The Block Island Times


By Martha Ball | Jul 13, 2013

The air is shifting by the hour.

Yesterday I walked down the hill from the church and wondered that the grass, so open to even this occasional summer sun, was harsh and dry underfoot. The soles of my feet were not happy when I crossed the pavement from the you-can’t-get-there-from-here stone steps of the little park diagonally to the Empire corner. It was not the “ouch!” an-hour-later-searingly-hot it can be, but it was bad enough; I was glad it was a very short passage.

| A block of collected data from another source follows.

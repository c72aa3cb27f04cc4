//! Climatology: the training mean at every lead, the floor a forecast must beat once the
//! initial condition is forgotten.

use super::Forecaster;
use crate::data::column_stats;
use ndarray::ArrayView2;

/// Forecasts the training mean of each variable at every lead.
#[derive(Debug, Clone, PartialEq)]
pub struct Climatology {
    /// Mean of each variable over the training subset.
    pub mean: Vec<f64>,
}

impl Climatology {
    /// The climatology of the training subset `train` (samples × variables).
    pub fn fit(train: ArrayView2<f64>) -> Self {
        Self {
            mean: column_stats(train).0,
        }
    }
}

impl Forecaster for Climatology {
    /// Ignores the history except for stopping: every lead gets the training mean.
    fn forecast(
        &self,
        _history: ArrayView2<f64>,
        steps: usize,
        sink: &mut dyn FnMut(usize, &[f64]) -> bool,
    ) {
        for k in 1..=steps {
            if !sink(k, &self.mean) {
                return;
            }
        }
    }
}

#[cfg(test)]
mod tests {
    use super::*;
    use ndarray::array;

    /// The forecast is the column mean of the training rows (hand-computed), at every lead,
    /// whatever the initial condition, and stops when the sink asks.
    #[test]
    fn forecasts_the_training_mean_at_every_lead() {
        let train = array![[1.0, -2.0], [3.0, 0.0], [8.0, 5.0]];
        let clim = Climatology::fit(train.view());
        assert_eq!(clim.mean, vec![4.0, 1.0]);
        let history = array![[100.0, 100.0], [-7.0, 9.0]];
        let mut seen = Vec::new();
        clim.forecast(history.view(), 10, &mut |k, x| {
            seen.push((k, x.to_vec()));
            k < 4
        });
        assert_eq!(seen.len(), 4);
        assert!(seen
            .iter()
            .enumerate()
            .all(|(i, (k, x))| *k == i + 1 && x == &vec![4.0, 1.0]));
    }
}
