//! Fine-tuning a model trained on one regime (the base, e.g. forcing F = 20) with the first k
//! samples of another (the target, e.g. F = 24), for every k of an ascending list in one pass.
//!
//! Every family keeps the base's fixed parts unchanged (reservoir or feature map, and the input
//! standardisation of the base data) and refits only what training fits:
//! * ridge readouts (echo state network, NG-RC, polynomial emulator), by
//!   [`FineTuneMethod::PriorCentred`] — ridge shrinking toward the base readout,
//!   W = argmin ‖Y − WΦ‖² + λ‖W − W₀‖² ([`super::ridge::fit_readout_toward`]) — or
//!   [`FineTuneMethod::Pooled`] — ordinary ridge on the target rows plus the base rows at a
//!   weight chosen on a validation window ([`super::ridge::NormalEquations::pooled`]);
//! * networks, by a warm start from the base weights with a smaller learning rate and the same
//!   early stopping inside the k samples.
//!
//! The family functions are `esn::fine_tune_nested`, `ngrc::fine_tune_nested`,
//! `polynomial::fine_tune_emulator_nested`, `nn::fine_tune_mlp_emulator` and
//! `nn::fine_tune_lstm_emulator`.

use super::ridge::{
    fit_readout, fit_readout_toward, nested_pass, relative_grid, NormalEquations, Penalty,
    RidgeChoice, RidgeSelection, RowSource,
};
use super::{out_of_range, FitSummary, ModelError, RidgeScaling};
use serde::{Deserialize, Serialize};

/// How a ridge readout is adapted to the target regime.
#[derive(Debug, Clone, Copy, PartialEq, Eq, Default, Serialize, Deserialize)]
#[serde(rename_all = "kebab-case")]
pub enum FineTuneMethod {
    /// Ridge toward the base readout: W = argmin ‖Y − WΦ‖² + λ‖W − W₀‖² on the k target pairs
    /// (Tikhonov regularisation with the base readout as the prior mean), λ by `ridge-selection`.
    #[default]
    PriorCentred,
    /// Ordinary ridge on the k target pairs together with the base pairs at weight w (a base
    /// pair counts w times a target pair); w and λ chosen together by the one-step error on the
    /// trailing validation window of the k samples, then refitted on all k samples.
    Pooled,
}

/// How the penalty λ of a prior-centred fine-tuning is chosen.
#[derive(Debug, Clone, Copy, PartialEq, Eq, Default, Serialize, Deserialize)]
#[serde(rename_all = "kebab-case")]
pub enum FineTuneSelection {
    /// The λ on [`VALIDATION_GRID_DECADES`] with the smallest one-step error on the trailing
    /// validation window of the k samples, fitted on the pairs before it, then refitted on all
    /// k samples.
    #[default]
    Validation,
    /// Generalised cross-validation on the k samples (of the residual targets y − W₀φ).
    Gcv,
    /// The base model's own `ridge` and `ridge-scaling`.
    Fixed,
}

/// Penalties tried by validation selection, relative to the mean eigenvalue trace(G)/F of the
/// fitted equations: 10^−10, 10^−9.5, …, 10^2 (25 values). The top reaches far enough for a
/// prior-centred fit to return practically the base readout.
pub const VALIDATION_GRID_DECADES: (f64, f64, usize) = (-10.0, 2.0, 25);

/// Fine-tuning settings as written in a study file.
///
/// | key | default | meaning | valid |
/// |---|---|---|---|
/// | `method` | prior-centred | ridge readouts: `prior-centred` or `pooled` (see [`FineTuneMethod`]) | prior-centred, pooled |
/// | `ridge-selection` | validation | prior-centred: λ per k by the one-step error on the trailing validation window (`validation`), by generalised cross-validation on the k samples (`gcv`), or the base model's fixed `ridge` and `ridge-scaling` (`fixed`) | validation, gcv, fixed |
/// | `base-weights` | [0, 0.01, 0.03, 0.1, 0.3, 1, 3, 10] | pooled: candidate base weights c, as multiples of k_pairs / base_pairs (c = 1: the base rows count as much as the k target rows together); the weight used is min(1, c·k_pairs/base_pairs) | 1 ..= 32 values, each in [0, 1e6] |
/// | `validation-fraction` | 0.2 | pooled, and prior-centred with `validation`: trailing share of the k samples' pairs that scores the (weight, λ) candidates | (0, 0.5] |
/// | `learning-rate-factor` | 0.1 | networks: the base's `learning-rate` times this for the warm start | (0, 1] |
///
/// Validation selection (pooled, and prior-centred by default) tries the λ of
/// [`VALIDATION_GRID_DECADES`] relative to the mean eigenvalue of each candidate's fit part; the
/// chosen λ keeps its ratio to the mean eigenvalue in the refit on all k samples.
///
/// `ridge-selection` defaults to `validation` by measurement (two-scale Lorenz-96, base F = 20
/// on 20,000 samples, target F = 24, echo state network of 300 units with the default
/// settings, mean valid time over 40 target initial conditions, 3 replicates, k = 600–2000):
/// prior-centred with validation selection reached 0.30–0.42 time units against 0.14–0.21 from
/// scratch and 0.27–0.29 for the base used as it is (it chose λ of about 40–250, i.e. stayed
/// close to the base); GCV chose far too small a penalty (about 10⁻⁷–10⁻³) and lost to training
/// from scratch (0.004–0.16); the base's fixed penalty (10⁻⁵ per pair) tied with training from
/// scratch (0.16–0.20); pooling (validation selection) reached 0.27–0.37. One-step error on a
/// window is a proxy for forecast skill, not the skill itself. The `base-weights` grid is the multiples 0.01–1 of
/// k_pairs/base_pairs plus 3 and 10, which let the base dominate at small k when the regimes are
/// close; the cap at 1 means a base pair never counts more than a target pair.
///
/// The network default `learning-rate-factor` = 0.1 is common practice for fine-tuning, not a
/// measurement here.
#[derive(Debug, Clone, PartialEq, Serialize, Deserialize)]
#[serde(rename_all = "kebab-case", deny_unknown_fields, default)]
pub struct FineTuneParams {
    pub method: FineTuneMethod,
    pub ridge_selection: FineTuneSelection,
    pub base_weights: Vec<f64>,
    pub validation_fraction: f64,
    pub learning_rate_factor: f64,
}

impl Default for FineTuneParams {
    fn default() -> Self {
        Self {
            method: FineTuneMethod::PriorCentred,
            ridge_selection: FineTuneSelection::Validation,
            base_weights: vec![0.0, 0.01, 0.03, 0.1, 0.3, 1.0, 3.0, 10.0],
            validation_fraction: 0.2,
            learning_rate_factor: 0.1,
        }
    }
}

/// Checked fine-tuning settings; only [`FineTuneParams::check`] makes one.
#[derive(Debug, Clone, PartialEq)]
pub struct ValidFineTuneParams(FineTuneParams);

impl ValidFineTuneParams {
    /// The checked settings.
    pub fn get(&self) -> &FineTuneParams {
        &self.0
    }
}
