/// Everything that can go wrong when validating a spec or integrating.
#[derive(Debug, Clone, PartialEq, thiserror::Error)]
pub enum SystemError {
    /// A parameter is NaN or infinite.
    #[error("`{field}` must be a finite number, got {value}")]
    NonFiniteParameter { field: &'static str, value: f64 },
    /// A parameter that must be strictly positive is not.
    #[error("`{field}` must be greater than 0, got {value}")]
    NotPositive { field: &'static str, value: f64 },
    /// A parameter that must be non-negative is negative.
    #[error("`{field}` must be 0 or more, got {value}")]
    Negative { field: &'static str, value: f64 },
    /// A size parameter is below the system's minimum.
    #[error("`{field}` = {value} is too small for {system}: it must be at least {min}")]
    TooSmall {
        system: &'static str,
        field: &'static str,
        value: usize,
        min: usize,
    },
    /// The integrated state would be too large.
    #[error(
        "{system} with these sizes would integrate {dim} variables, more than the {max} allowed; \
         reduce `k` or `j`"
    )]
    StateTooLarge {
        system: &'static str,
        dim: u128,
        max: usize,
    },
    /// `samples` is zero.
    #[error("`samples` must be at least 1, got 0")]
    NoSamples,
    /// An interval is not a positive whole multiple of `dt`.
    #[error(
        "`{field}` = {value} is not a positive whole multiple of `dt` = {dt} (relative \
         tolerance 1e-9); the nearest valid value is {nearest}"
    )]
    NotMultipleOfDt {
        field: &'static str,
        value: f64,
        dt: f64,
        nearest: f64,
    },
    /// The Lyapunov averaging time is shorter than two renormalisation intervals.
    #[error(
        "`duration` = {duration} is shorter than 2 renormalisation intervals of \
         `renormalise_every` = {renormalise_every}; it must be at least {min}"
    )]
    DurationTooShort {
        duration: f64,
        renormalise_every: f64,
        min: f64,
    },
    /// The trajectory (or tangent vector) turned NaN or infinite.
    #[error(
        "the trajectory became non-finite by t = {time} (time since the start of spin-up) with \
         `dt` = {dt}; the integration is unstable, try a smaller `dt`"
    )]
    NonFiniteState { time: f64, dt: f64 },
    /// The run could not finish: more integrator steps than the ceiling, or more memory for
    /// its saved samples than the machine has available.
    #[error(
        "{what} would take {steps:.3e} integrator steps and {} for its saved values; the limits are {MAX_STEPS:.0e} steps and {} of memory available on this machine: {fix}",
        gigabytes(*bytes),
        available.map(gigabytes).unwrap_or_else(|| "the".into())
    )]
    TooMuchWork {
        what: &'static str,
        steps: f64,
        bytes: f64,
        available: Option<f64>,
        fix: &'static str,
    },
}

It has been hot. The summer breeze comes from the west and southwest, and on these days people not expecting it stop short when they come to Chapel Street and feel the air moving, a sudden making good on all our promises of ocean breezes even if they be over the land.

Little things have changed that I notice only when walking down the summer street, knowing it will take much less time if I just cross to the almost-always empty sidewalk on the east side of Water Street. I do not. I am nowhere near a crosswalk, something that matters when I am north of the Interstate entrance. It does not matter when I am near the rotary that really isn’t, the ordered chaos that encircles the WCTU fountain known as Rebekah at the Well, but once I emerge from that odd cocoon of confusion I think more of rules.

There were alleys, air shafts, more, between buildings where there are now gates blocking the breeze. When I was little my mother shopped at the Seaside, a big box of a building, with a faux brick façade (this even before the modern turquoise aluminum siding that seemed so wonderful and modern and now in old photos hurts my sensibilities if not my eyes!). It had wooden shelves and worn floors, with a square orange chest freezer made by a maker of concentrated juice distributor.

Animal crackers, the same Barnum’s Animals crackers that seem still to be available, in boxes painted with wild animals housed in brightly colored double decker circus wagons complete with thin wheels that could be bent down. They were carried by their own string handle and were on lower shelves in a middle aisle. They must be smaller packages, today, although my memory is likely distorted by the size of my own little hands.

But it was that alley, between the Seaside and the Star Department Store, that was my destination while my mother was shopping/talking. It was a loop, my route, but now I do not remember if it was around the market or around the adjoining building, the alley between the latter and the Odd Fellows Hall

That alley was the first blocked by a rough board wall installed at the entrance to the Ragged Sailor Gallery. There were artists, and the occasional show, and work sold out of homes, but this was a different sort of enterprise for Block Island. It was on the upper floor of the old Odd Fellows Hall where Koru is now located. It was quite exciting; a new business where there had been nothing but an unused, empty space and it introduced a new sort of commerce. It was the beginning of a time when many little shops would come and go, the stuff of “do you remember a place . . .” which, at first, I do not, but this one had more substance and was longer lasting and more impactful.

Just yesterday a less than frequent visitor from the West Coast recalled it.

Yesterday, when the grass was so stiff and the road so uninviting the sun disappeared, the sky grayed without truly darkening and, eventually, drops began to fall. It was an odd, halting rain, leaving individual splotches on the cement sidewalk, ones that ran together while adjacent areas stayed dry for several minutes.

It was a gentle summer shower, making the road steam and the grass sigh, never turning to the dreaded window closing in the heat downpour. It was the rain that when first it stops, allows a fantasy of air cleared of moisture, a loss of the humidity that disappears only long enough to remind us how pleasant the air can feel.

The road was clean but the grass still thirsty, grateful the sun was fleeting.

We have had fireflies for a while now. I first saw them one night, coming home well after dark, when I turned off my headlights. They were there, points of white flashing on and off in the tall grasses around the edge of the barnyard, and more dancing in the yard, seemingly mindless of my presence. They flit about noiselessly, or without any buzz I can hear, offering their little gifts gone as soon as they are noticed.

They come every summer, always before I remember they will be here and they are also a surprise and a pleasure, these muted pyrotechnics that bob about the darkened land. I wonder if they are there when lights are on, like the stars that are in place all day but are hidden by the power of the closer sun.

There are other beetles, drawn by the light and descending upon the town after dark like a hoard of locusts without the appetites. They seem both extraordinarily prolific and extremely fragile, swarming the window sills and covering tee-shirts left on racks on the sidewalk, but dying as soon as they hit the cement floor, even if they are not swatted there or stepped upon like . . . bugs.

Japanese, someone offers, which they are not, but before I can form an articulate response someone else says “British invasion!” and we laugh, mindful that the children think that makes no sense.

The day has changed as I have written, humid and sticky, now breezy, still damp, but cooler, at least out here in the country where the breeze blows through the room, although one curtain is both billowing and being sucked against the screen making me think I should close the window before I leave the house.